Have you read the SCL’s delay and disruption protocol? I am sure you have, as the SCL website notes that it has been downloaded 38,500 times. But if not, I would recommend it to you, in particular its helpful glossary of terms, its reminder of the various formulae for calculating lost overheads and profit, and its description of various methods of delay analysis.
Unlike the first edition of the protocol, which recommended time impact analysis, the second edition (published in February 2017) does not recommend one particular method, but sets out the following six methods together with their features, and pros and cons:
- Impacted as-planned analysis.
- Time impact analysis.
- Time slice windows analysis.
- As-planned v as-built windows analysis.
- Longest path analysis.
- Collapsed as-built analysis.
What the protocol lacks, of course, is any standing either in terms of incorporation into contracts or judicial recognition. The SCL website carries a list of judicial references not just from the courts of England and Wales but also from Australia, Hong Kong and Norway. However this list is disappointingly short (just 12 cases) and a reading of the cases shows an underwhelming lack of support from judges.
In the courts of England and Wales, recent judicial discussion of delay analysis has tended to revolve around the distinction between the various prospective and retrospective methods of delay analysis and whether the method used influences the conclusion. In Fluor Ltd v Shanghai Zhenhua Heavy Industries Ltd, the TCC acknowledged (at paragraph 275) that retrospective and prospective methods of delay analysis were likely to lead to different outcomes.
From Australia, New South Wales to be precise, comes another case to add to the SCL’s list of judicial references. Unfortunately, White Constructions Pty Ltd v PBS Holdings Pty Ltd follows the same pattern as the other cases.
White, a property developer, sought to develop a saddle-shaped piece of land in New South Wales. It engaged PBS to produce a sewage design. The development was delayed, and White claimed that the delay was caused by PBS’ failure to prepare a satisfactory sewer design within a reasonable time.
White alleged that the sewer design delays caused the development to be delayed from July 2016 to March 2017. In order to prove its case, it engaged a civil engineer programmer, Mr Shahady. PBS instructed its own programmer, Mr Senogles. Although the experts were able to agree an as-built programme, and that nothing prior to May 2016 had any effect on the completion date, they were unable to agree on anything else, for example which methodology to adopt.

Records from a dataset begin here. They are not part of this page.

//! Inline SVG charts for the HTML report: the network map, factor line charts and bar charts.
//!
//! Every chart is drawn here as SVG markup (through maud, so every label taken from the
//! inputs is escaped) and placed inside the report page; nothing is fetched from anywhere, so
//! the report works offline and prints as vectors. Charts state their units in their axes
//! or legends.
//!
//! # Map encoding
//! The map projects lon/lat with an equirectangular projection about the network's mean
//! latitude (x = lon * cos(mean lat), y = lat), which is faithful enough over a region a few
//! hundred km across. Colour and line width give AADT in bins on a logarithmic 1-2-5 scale.
//! One interval measure throughout: the relative width of the 95 % interval, (hi - lo) / AADT,
//! in five classes (under 10 %, 10-25 %, 25-50 %, 50-100 %, 100 % or more). On the main map it
//! sets the line opacity (1 down to 0.25, so a faint line is an uncertain estimate); a second,
//! smaller panel colours the same lines by it. Segments estimated without a count on them are
//! dashed.

use maud::{html, Markup};

use super::data::{Bar, MapSegment, QcRow, Series};

/// Sequential colours for AADT bins, light (low volume) to dark (high volume); ColorBrewer
/// YlGnBu without its two lightest steps, so thin low-volume lines stay visible on paper.
const AADT_COLOURS: [&str; 7] = [
    "#a1dab4", "#7fcdbb", "#41b6c4", "#1d91c0", "#225ea8", "#253494", "#081d58",
];

/// Sequential colours for relative interval width bins (ColorBrewer Oranges).
const WIDTH_COLOURS: [&str; 5] = ["#fdd0a2", "#fdae6b", "#fd8d3c", "#e6550d", "#a63603"];

/// Upper edges of the relative interval width bins, (hi - lo) / AADT.
const WIDTH_EDGES: [f64; 4] = [0.1, 0.25, 0.5, 1.0];

/// Colour for a segment without a usable figure.
const NO_DATA: &str = "#bdbdbd";

/// Lowest line opacity: the most uncertain segments stay visible.
pub const OPACITY_MIN: f64 = 0.25;

/// Most AADT colour bins on the map.
pub const BINS_MAX: usize = 7;

/// Most bars drawn in one bar chart; longer tables are shown in full as tables only.
pub const BARS_MAX: usize = 40;

/// Month labels for 12-point series.
const MONTHS: [&str; 12] = [
    "Jan", "Feb", "Mar", "Apr", "May", "Jun", "Jul", "Aug", "Sep", "Oct", "Nov", "Dec",
];

/// Weekday labels for 7-point series, Monday first (ISO 8601).
const WEEKDAYS: [&str; 7] = ["Mon", "Tue", "Wed", "Thu", "Fri", "Sat", "Sun"];

/// A number with thousands separators and no decimals: `12,345`.
///
/// ```
/// assert_eq!(roadtally::output::report::svg::thousands(1_234_567.4), "1,234,567");
/// ```
pub fn thousands(v: f64) -> String {
    if !v.is_finite() {
        return "n/a".to_string();
    }
    let r = v.round();
    let digits = format!("{:.0}", r.abs());
    let mut out = String::with_capacity(digits.len() + digits.len() / 3 + 1);
    if r < 0.0 {
        out.push('-');
    }
    for (i, ch) in digits.chars().enumerate() {
        if i > 0 && (digits.len() - i) % 3 == 0 {
            out.push(',');
        }
        out.push(ch);
    }
    out
}
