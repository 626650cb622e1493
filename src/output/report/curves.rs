//! Line charts of the permanent counters' hours: the ranked-hour curve (the year's highest
//! two-way hours as a share of AADT) and the weekday hourly profile, one panel per factor
//! group with one line per counter (and the group's mean profile drawn bold).

use maud::{html, Markup};

use super::data::{GroupCurves, Series};
use super::svg::{c, finite_runs, nice_ceil, swatch};

/// Ranks drawn on the ranked-hour curve: the design hours of common practice (30th, 100th)
/// and the knee of the curve lie well inside.
pub const RANKS_SHOWN: usize = 200;

/// Thin-line colours for the counters of one panel (ColorBrewer Dark2).
const LINE_COLOURS: [&str; 8] = [
    "#1b9e77", "#d95f02", "#7570b3", "#e7298a", "#66a61e", "#e6ab02", "#a6761d", "#666666",
];

/// One panel: title, lines (name, values in the y unit, bold), x tick labels, y unit and an
/// optional vertical reference line (x index, label).
struct Panel<'a> {
    title: String,
    lines: Vec<(&'a str, Vec<f64>, bool)>,
    x_ticks: Vec<(usize, String)>,
    x_name: &'a str,
    y_name: &'a str,
    reference: Option<(usize, &'a str)>,
}

fn panel(p: &Panel) -> Markup {
    let n = p.lines.iter().map(|l| l.1.len()).max().unwrap_or(0);
    let ymax = nice_ceil(
        p.lines
            .iter()
            .flat_map(|l| l.1.iter().copied())
            .filter(|v| v.is_finite())
            .fold(0.0, f64::max),
    );
    let (w, h) = (360.0, 210.0);
    let (left, right, top, bottom) = (40.0, 10.0, 16.0, 34.0);
    let x = |i: usize| left + i as f64 * (w - left - right) / (n.max(2) - 1) as f64;
    let y = |v: f64| top + (ymax - v) / ymax * (h - top - bottom);
    html! {
        figure.panel.curve {
            figcaption.title { (p.title) }
            svg.chart viewBox=(format!("0 0 {w} {h}")) role="img" aria-label=(p.title) {
                line.axis x1=(c(left)) y1=(c(h - bottom)) x2=(c(w - right)) y2=(c(h - bottom)) {}
                line.axis x1=(c(left)) y1=(c(top)) x2=(c(left)) y2=(c(h - bottom)) {}
                @for t in [0.0, ymax / 2.0, ymax] {
                    text.tick x=(c(left - 3.0)) y=(c(y(t) + 3.0)) text-anchor="end" { (format!("{t:.1}")) }
                }
                text.tick x=(c(left + 3.0)) y=(c(top - 5.0)) { (p.y_name) }
                @for (i, l) in &p.x_ticks {
                    text.tick x=(c(x(*i))) y=(c(h - bottom + 11.0)) text-anchor="middle" { (l) }
                }
                text.tick x=(c((left + w - right) / 2.0)) y=(c(h - 6.0)) text-anchor="middle" { (p.x_name) }
                @if let Some((rx, rl)) = p.reference {
                    line.ref x1=(c(x(rx))) y1=(c(top)) x2=(c(x(rx))) y2=(c(h - bottom)) {}
                    text.tick x=(c(x(rx) + 3.0)) y=(c(top + 8.0)) { (rl) }
                }
                @for (k, (name, values, bold)) in p.lines.iter().enumerate() {
                    @for run in finite_runs(values) {
                        polyline fill="none"
                            stroke=(if *bold { "#111" } else { LINE_COLOURS[k % LINE_COLOURS.len()] })
                            stroke-width=(if *bold { "2.4" } else { "1.1" })
                            stroke-opacity=(if *bold { "1" } else { "0.75" })
                            points=(run.iter().map(|&i| format!("{},{}", c(x(i)), c(y(values[i])))).collect::<Vec<_>>().join(" ")) {
                            title { (name) }
                        }
                    }
                }
            }
            p.key {
                @for (k, (name, _, bold)) in p.lines.iter().enumerate() {
                    span.key {
                        (swatch(if *bold { "#111" } else { LINE_COLOURS[k % LINE_COLOURS.len()] }, if *bold { 2.4 } else { 1.6 }, 1.0, false))
                        (name)
                    }
                }
            }
        }
    }
}

/// The mean of the counters' values at each index (finite values only).
fn mean_curve(series: &[Series]) -> Vec<f64> {
    let n = series.iter().map(|s| s.values.len()).max().unwrap_or(0);
    (0..n)
        .map(|i| {
            let v: Vec<f64> = series
                .iter()
                .filter_map(|s| s.values.get(i).copied())
                .filter(|v| v.is_finite())
                .collect();
            if v.is_empty() {
                f64::NAN
            } else {
                v.iter().sum::<f64>() / v.len() as f64
            }
        })
        .collect()
}

/// Ranked-hour curves, one panel per factor group: K-values in % of AADT against rank, with
/// the 30th hour marked.
pub fn ranked_hour_panels(groups: &[GroupCurves]) -> Markup {
    if groups.iter().all(|g| g.counters.is_empty()) {
        return html! { p.note { "No counter had a full year of hours for a ranked-hour curve." } };
    }
    html! {
        div.panels.curves {
            @for g in groups.iter().filter(|g| !g.counters.is_empty()) {
                (panel(&Panel {
                    title: format!("{}: busiest hours of the year, two-way volume in % of AADT by rank", g.group),
                    lines: g.counters.iter().map(|s| (
                        s.name.as_str(),
                        s.values.iter().take(RANKS_SHOWN).map(|k| 100.0 * k).collect(),
                        false,
                    )).collect(),
                    x_ticks: [1usize, 30, 50, 100, 150, 200]
                        .iter()
                        .filter(|&&r| r <= RANKS_SHOWN)
                        .map(|&r| (r - 1, r.to_string()))
                        .collect(),
                    x_name: "rank of the hour (1 = busiest)",
                    y_name: "% of AADT",
                    reference: Some((29, "30th hour")),
                }))
            }
        }
    }
}

/// Weekday hourly profiles, one panel per factor group: each counter's share of the daily
/// volume per clock hour in %, and the group's mean in bold.
pub fn hourly_profile_panels(groups: &[GroupCurves]) -> Markup {
    if groups.iter().all(|g| g.counters.is_empty()) {
        return html! { p.note { "No counter had weekday hourly profiles." } };
    }
    html! {
        div.panels.curves {
            @for g in groups.iter().filter(|g| !g.counters.is_empty()) {
                // A group mean of one counter is that counter's line: drawn only from two on.
                @let mean: Vec<f64> = mean_curve(&g.counters).iter().map(|v| 100.0 * v).collect();
                @let lines: Vec<(&str, Vec<f64>, bool)> = g.counters.iter()
                    .map(|s| (s.name.as_str(), s.values.iter().map(|v| 100.0 * v).collect(), false))
                    .chain((g.counters.len() > 1).then_some(("group mean", mean, true)))
                    .collect();
                (panel(&Panel {
                    title: format!("{}: working-day share of the daily volume per clock hour (%)", g.group),
                    lines,
                    x_ticks: (0..24).step_by(3).map(|h| (h, format!("{h:02}h"))).collect(),
                    x_name: "clock hour (local time, start of the hour)",
                    y_name: "% of day",
                    reference: None,
                }))
            }
        }
    }
}

#[cfg(test)]
mod tests {
    use approx::assert_relative_eq;

    use super::*;

    #[test]
    fn the_group_mean_skips_gaps() {
        let s = |v: Vec<f64>| Series {
            name: "x".into(),
            values: v,
        };
        let m = mean_curve(&[s(vec![0.04, f64::NAN]), s(vec![0.06, 0.05])]);
        assert_relative_eq!(m[0], 0.05);
        assert_relative_eq!(m[1], 0.05);
    }

    #[test]
    fn panels_carry_titles_in_words_with_units() {
        let g = GroupCurves {
            group: "rural arterial".into(),
            counters: vec![Series {
                name: "CC001".into(),
                values: (0..300).map(|i| 0.15 - 0.0002 * i as f64).collect(),
            }],
        };
        let html = ranked_hour_panels(std::slice::from_ref(&g)).into_string();
        assert!(html.contains(
            "rural arterial: busiest hours of the year, two-way volume in % of AADT by rank"
        ));
        assert!(html.contains("30th hour"));
        let html = hourly_profile_panels(&[g]).into_string();
        assert!(html.contains("share of the daily volume per clock hour (%)"));
        // One counter: no separate group mean.
        assert!(!html.contains("group mean"));
    }
}
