//! Inline SVG charts for the HTML report: factor line charts and bar charts (the map is in
//! [`super::map`], the hour curves and the QC calendar in `curves.rs` and `calendar.rs`).
//!
//! Every chart is drawn here as SVG markup (through maud, so every label taken from the
//! inputs is escaped) and placed inside the report page; nothing is fetched from anywhere, so
//! the report works offline and prints as vectors. Charts state their units in their axes
//! or legends.

use maud::{html, Markup};

use super::data::{Bar, QcRow, Series};

/// Most bars drawn in one bar chart; longer tables are shown in full as tables only.
pub const BARS_MAX: usize = 40;

/// Month labels for 12-point series.
const MONTHS: [&str; 12] = [
    "Jan", "Feb", "Mar", "Apr", "May", "Jun", "Jul", "Aug", "Sep", "Oct", "Nov", "Dec",
];

/// Weekday labels for 7-point series, Monday first (ISO 8601).
const WEEKDAYS: [&str; 7] = ["Mon", "Tue", "Wed", "Thu", "Fri", "Sat", "Sun"];

/// A number with thousands separators and no decimals: `12,345`.
///
/// ```
/// assert_eq!(roadtally::output::report::svg::thousands(1_234_567.4), "1,234,567");
/// ```
pub fn thousands(v: f64) -> String {
    if !v.is_finite() {
        return "n/a".to_string();
    }
    let r = v.round();
    let digits = format!("{:.0}", r.abs());
    let mut out = String::with_capacity(digits.len() + digits.len() / 3 + 1);
    if r < 0.0 {
        out.push('-');
    }
    for (i, ch) in digits.chars().enumerate() {
        if i > 0 && (digits.len() - i) % 3 == 0 {
            out.push(',');
        }
        out.push(ch);
    }
    out
}

/// A coordinate for an SVG attribute, two decimals.
pub(super) fn c(v: f64) -> String {
    format!("{v:.2}")
}

/// A short legend line sample.
pub(super) fn swatch(colour: &str, width: f64, opacity: f64, dashed: bool) -> Markup {
    html! {
        svg.swatch viewBox="0 0 28 10" width="28" height="10" aria-hidden="true" {
            line x1="2" y1="5" x2="26" y2="5" stroke=(colour) stroke-width=(c(width))
                stroke-opacity=(format!("{opacity:.2}")) stroke-linecap="round"
                stroke-dasharray=[dashed.then_some("6 3")] {}
        }
    }
}

/// Small multiples of factor series, one panel per group, on a shared vertical scale with a
/// reference line at 1. 12-point series are labelled by month, 7-point series by weekday.
pub fn factor_panels(series: &[Series], what: &str) -> Markup {
    let finite: Vec<f64> = series
        .iter()
        .flat_map(|s| s.values.iter().copied())
        .filter(|v| v.is_finite())
        .collect();
    if finite.is_empty() {
        return html! { p.note { "No " (what) " to show." } };
    }
    let lo = finite.iter().copied().fold(1.0, f64::min);
    let hi = finite.iter().copied().fold(1.0, f64::max);
    let span = (hi - lo).max(0.02);
    let mut ticks = vec![lo, 1.0, hi];
    ticks.dedup_by(|a, b| (*a - *b).abs() < 0.1 * span);
    let (lo, hi) = (lo - 0.08 * span, hi + 0.08 * span);
    let (w, h) = (260.0, 150.0);
    let (left, right, top, bottom) = (34.0, 8.0, 8.0, 22.0);
    let y = |v: f64| top + (hi - v) / (hi - lo) * (h - top - bottom);
    html! {
        div.panels {
            @for s in series {
                @let n = s.values.len().max(1);
                @let x = |i: usize| if n == 1 { (left + w - right) / 2.0 }
                    else { left + i as f64 * (w - left - right) / (n - 1) as f64 };
                @let labels = point_labels(n);
                figure.panel {
                    svg.chart viewBox=(format!("0 0 {w} {h}")) role="img"
                        aria-label=(format!("{what}: {}", s.name)) {
                        line.axis x1=(c(left)) y1=(c(h - bottom)) x2=(c(w - right)) y2=(c(h - bottom)) {}
                        line.axis x1=(c(left)) y1=(c(top)) x2=(c(left)) y2=(c(h - bottom)) {}
                        line.ref x1=(c(left)) y1=(c(y(1.0))) x2=(c(w - right)) y2=(c(y(1.0))) {}
                        text.tick x=(c(left + 3.0)) y=(c(top + 7.0)) { "factor" }
                        @for &v in &ticks {
                            text.tick x=(c(left - 3.0)) y=(c(y(v) + 3.0)) text-anchor="end" {
                                (format!("{v:.2}"))
                            }
                        }
                        @for (i, l) in labels.iter().enumerate() {
                            @if n <= 12 || i % 2 == 0 {
                                text.tick x=(c(x(i))) y=(c(h - bottom + 12.0)) text-anchor="middle" { (l) }
                            }
                        }
                        @for run in finite_runs(&s.values) {
                            polyline.series points=(run.iter().map(|&i| format!("{},{}", c(x(i)), c(y(s.values[i])))).collect::<Vec<_>>().join(" ")) {}
                        }
                        @for (i, v) in s.values.iter().enumerate() {
                            @if v.is_finite() {
                                circle.series cx=(c(x(i))) cy=(c(y(*v))) r="2.5" {
                                    title { (s.name) ", " (labels[i]) ": factor " (format!("{v:.3}")) }
                                }
                            }
                        }
                    }
                    figcaption { (s.name) }
                }
            }
        }
    }
}

/// Labels of the points of an `n`-point series.
pub(super) fn point_labels(n: usize) -> Vec<String> {
    match n {
        12 => MONTHS.iter().map(|s| s.to_string()).collect(),
        7 => WEEKDAYS.iter().map(|s| s.to_string()).collect(),
        _ => (1..=n).map(|i| i.to_string()).collect(),
    }
}

/// Index runs of consecutive finite values (a gap breaks the line).
pub(super) fn finite_runs(values: &[f64]) -> Vec<Vec<usize>> {
    let mut runs = Vec::new();
    let mut run = Vec::new();
    for (i, v) in values.iter().enumerate() {
        if v.is_finite() {
            run.push(i);
        } else if !run.is_empty() {
            runs.push(std::mem::take(&mut run));
        }
    }
    if !run.is_empty() {
        runs.push(run);
    }
    runs
}

/// A "nice" round number at or above `v` (1, 2, 2.5, 5 times a power of ten).
pub(super) fn nice_ceil(v: f64) -> f64 {
    if !(v.is_finite() && v > 0.0) {
        return 1.0;
    }
    let p = 10f64.powf(v.log10().floor());
    [1.0, 2.0, 2.5, 5.0, 10.0]
        .iter()
        .map(|m| m * p)
        .find(|&x| x >= v * (1.0 - 1e-12))
        .unwrap_or(10.0 * p)
}

/// A horizontal bar chart of `bars` in `unit`, with an optional dashed reference line (value,
/// label), e.g. the nominal 95 % coverage. Shows at most [`BARS_MAX`] bars.
pub fn bar_chart(title: &str, bars: &[Bar], unit: &str, reference: Option<(f64, &str)>) -> Markup {
    let all = bars.iter().filter(|b| b.value.is_finite()).count();
    let bars: Vec<&Bar> = bars
        .iter()
        .filter(|b| b.value.is_finite())
        .take(BARS_MAX)
        .collect();
    if bars.is_empty() {
        return html! {};
    }
    let vmax = bars
        .iter()
        .map(|b| b.value)
        .chain(reference.map(|r| r.0))
        .fold(0.0, f64::max);
    let vmin = bars.iter().map(|b| b.value).fold(0.0, f64::min);
    let top_v = nice_ceil(vmax.max(1e-9));
    let bot_v = if vmin < 0.0 { -nice_ceil(-vmin) } else { 0.0 };
    let (w, row, left, right, top) = (640.0, 18.0, 210.0, 70.0, 8.0);
    let h = top + row * bars.len() as f64 + 26.0;
    let x = |v: f64| left + (v - bot_v) / (top_v - bot_v) * (w - left - right);
    html! {
        figure.bars {
            figcaption { (title) (capped_note(all)) }
            svg.chart viewBox=(format!("0 0 {w} {}", c(h))) role="img" aria-label=(title) {
                @for (i, b) in bars.iter().enumerate() {
                    @let yt = top + row * i as f64;
                    @let (xa, xb) = (x(0.0_f64.min(b.value)), x(0.0_f64.max(b.value)));
                    text.label x=(c(left - 6.0)) y=(c(yt + 12.5)) text-anchor="end" {
                        (shorten(&b.label, 34))
                    }
                    rect.bar x=(c(xa)) y=(c(yt + 3.0)) width=(c((xb - xa).max(0.5))) height=(c(row - 6.0)) {
                        title { (b.label) ": " (with_unit(b.value, unit)) }
                    }
                    text.value x=(c(xb + 4.0)) y=(c(yt + 12.5)) { (with_unit(b.value, unit)) }
                }
                @let base = top + row * bars.len() as f64;
                line.axis x1=(c(x(0.0))) y1=(c(top)) x2=(c(x(0.0))) y2=(c(base)) {}
                line.axis x1=(c(left)) y1=(c(base)) x2=(c(w - right)) y2=(c(base)) {}
                @for v in [bot_v, (bot_v + top_v) / 2.0, top_v] {
                    text.tick x=(c(x(v))) y=(c(base + 12.0)) text-anchor="middle" { (fmt_tick(v, top_v - bot_v)) }
                }
                text.tick x=(c(w - right)) y=(c(base + 23.0)) text-anchor="end" { (unit) }
                @if let Some((rv, rl)) = reference {
                    line.ref x1=(c(x(rv))) y1=(c(top)) x2=(c(x(rv))) y2=(c(base)) {}
                    text.tick x=(c(x(rv) + 3.0)) y=(c(base - 3.0)) { (rl) }
                }
            }
        }
    }
}

/// Stacked horizontal bars of station-days accepted, flagged and rejected per row.
pub fn qc_bars(title: &str, rows: &[QcRow]) -> Markup {
    const COLOURS: [&str; 3] = ["#9ecae1", "#fdae6b", "#de2d26"];
    const NAMES: [&str; 3] = [
        "accepted without a flag",
        "accepted with a flag",
        "rejected",
    ];
    let all = rows.len();
    let rows: Vec<&QcRow> = rows.iter().take(BARS_MAX).collect();
    if rows.is_empty() {
        return html! {};
    }
    let total = |r: &[f64; 3]| r.iter().filter(|v| v.is_finite()).sum::<f64>();
    let vmax = nice_ceil(rows.iter().map(|r| total(&r.1)).fold(0.0, f64::max));
    let (w, row, left, right, top) = (640.0, 18.0, 210.0, 110.0, 8.0);
    let h = top + row * rows.len() as f64 + 26.0;
    let x = |v: f64| left + v / vmax * (w - left - right);
    html! {
        figure.bars {
            figcaption {
                (title) " "
                @for k in 0..3 {
                    span.key { (swatch(COLOURS[k], 8.0, 1.0, false)) (NAMES[k]) }
                }
                " (numbers: accepted without a flag / with a flag / rejected, direction-days)" (capped_note(all))
            }
            svg.chart viewBox=(format!("0 0 {w} {}", c(h))) role="img" aria-label=(title) {
                @for (i, (label, v)) in rows.iter().enumerate() {
                    @let yt = top + row * i as f64;
                    text.label x=(c(left - 6.0)) y=(c(yt + 12.5)) text-anchor="end" { (shorten(label, 34)) }
                    @for k in 0..3 {
                        @let start: f64 = v[..k].iter().filter(|v| v.is_finite()).sum();
                        @if v[k].is_finite() && v[k] > 0.0 {
                            rect x=(c(x(start))) y=(c(yt + 3.0)) width=(c(x(start + v[k]) - x(start)))
                                height=(c(row - 6.0)) fill=(COLOURS[k]) {
                                title { (label) ": " (thousands(v[k])) " direction-days " (NAMES[k]) }
                            }
                        }
                    }
                    text.value x=(c(x(total(v)) + 4.0)) y=(c(yt + 12.5)) {
                        (thousands(v[0])) " / " (thousands(v[1])) " / " (thousands(v[2]))
                    }
                }
                @let base = top + row * rows.len() as f64;
                line.axis x1=(c(left)) y1=(c(base)) x2=(c(w - right)) y2=(c(base)) {}
                @for t in [0.0, vmax / 2.0, vmax] {
                    text.tick x=(c(x(t))) y=(c(base + 12.0)) text-anchor="middle" { (thousands(t)) }
                }
                text.tick x=(c(w - right)) y=(c(base + 23.0)) text-anchor="end" { "direction-days" }
            }
        }
    }
}

/// A value for a chart label: whole numbers above 100, else up to two decimals.
fn fmt_value(v: f64) -> String {
    if v.abs() >= 100.0 {
        thousands(v)
    } else if v.abs() >= 10.0 {
        format!("{v:.1}")
    } else {
        format!("{v:.2}")
    }
}

/// An axis tick label, with the same decimals along one axis of range `range`.
fn fmt_tick(v: f64, range: f64) -> String {
    if range >= 100.0 {
        thousands(v)
    } else if range >= 10.0 {
        format!("{v:.0}")
    } else if range >= 1.0 {
        format!("{v:.1}")
    } else {
        format!("{v:.2}")
    }
}

/// The note under a chart that shows only the first [`BARS_MAX`] of `n` rows.
fn capped_note(n: usize) -> String {
    if n > BARS_MAX {
        format!(" (first {BARS_MAX} of {n} rows drawn; every row is in the table)")
    } else {
        String::new()
    }
}

/// A chart value followed by its unit.
fn with_unit(v: f64, unit: &str) -> String {
    if unit.is_empty() {
        fmt_value(v)
    } else {
        format!("{} {unit}", fmt_value(v))
    }
}

/// `s` cut to `n` characters with an ellipsis.
fn shorten(s: &str, n: usize) -> String {
    if s.chars().count() <= n {
        s.to_string()
    } else {
        let mut t: String = s.chars().take(n - 1).collect();
        t.push('…');
        t
    }
}

#[cfg(test)]
mod tests {
    use approx::assert_relative_eq;

    use super::*;

    #[test]
    fn thousands_separators() {
        assert_eq!(thousands(1234567.4), "1,234,567");
        assert_eq!(thousands(999.6), "1,000");
        assert_eq!(thousands(-12345.0), "-12,345");
        assert_eq!(thousands(0.0), "0");
    }

    #[test]
    fn gaps_break_lines() {
        let runs = finite_runs(&[1.0, f64::NAN, 2.0, 3.0]);
        assert_eq!(runs, vec![vec![0], vec![2, 3]]);
        assert_relative_eq!(nice_ceil(0.93), 1.0);
        assert_relative_eq!(nice_ceil(23.0), 25.0);
    }
}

Mr Shahady, using an as-planned versus as-built windows analysis, concluded that the development could have been completed by July 2016, had it not been for the 240 days of critical delay caused by the late provision of the sewer design, and changes to that design. Mr Senogles adopted a collapsed as-built analysis, to create a hypothesis of what might have happened had the delay events not occurred. He concluded that the works could not have been completed before 10 February 2017 in any event, in part due to variations unrelated to the sewer works.
The court noted the comments of Bleby J in Alstom Ltd v Yokogawa Pty Ltd (No 7) that a particular method of delay analysis adopted by an expert was:
“… not… an accepted method of delay analysis for construction programming practitioners and… was not mentioned in the [SCL] Protocol as an accepted method of delay analysis.”
However, it disagreed with this analysis commenting that:
“… the fact that a method appears in the [SCL] Protocol does not give it any standing, and the fact that a method, which is otherwise logical or rational, but does not appear in the [SCL] Protocol, does not deny it standing.”
Relying on an expert engineer to assist it, the court held that neither method adopted by the parties’ experts was appropriate for this case.
The court was critical of both approaches. White’s expert:
- Did not consider the additional time to complete non-sewer works.
- Assumed logic links applied to the as-planned programme, meaning that it assumed causation rather than identifying evidence of causation.
PBS’ expert’s approach on the other hand:
- Didn’t accord with common sense.
- Used logic links that were unsustainable.
- Obscured the inefficient performance of the works.
Instead, the court accepted the expert advisor’s opinion that it should apply a common sense approach to causation. It was necessary to look at the “raw data”, such as the site diary, to identify the true causes of delay, and to assess whether White had proved its case that the sewage design delayed the project as a whole. White failed to discharge the burden of proof and the case was dismissed.
What can we learn?
Obviously as an Australian case this is not binding on the English courts. And in the types of complex disputes we come across, delay analysis evidence is both necessary and helpful in making sense of the ever increasing volume of “raw data”.
However, this case acts as a reminder that we do need to remain aware of the differing outcomes provided by the various methods, and to sense check experts’ reports by cross-referencing them with the evidence.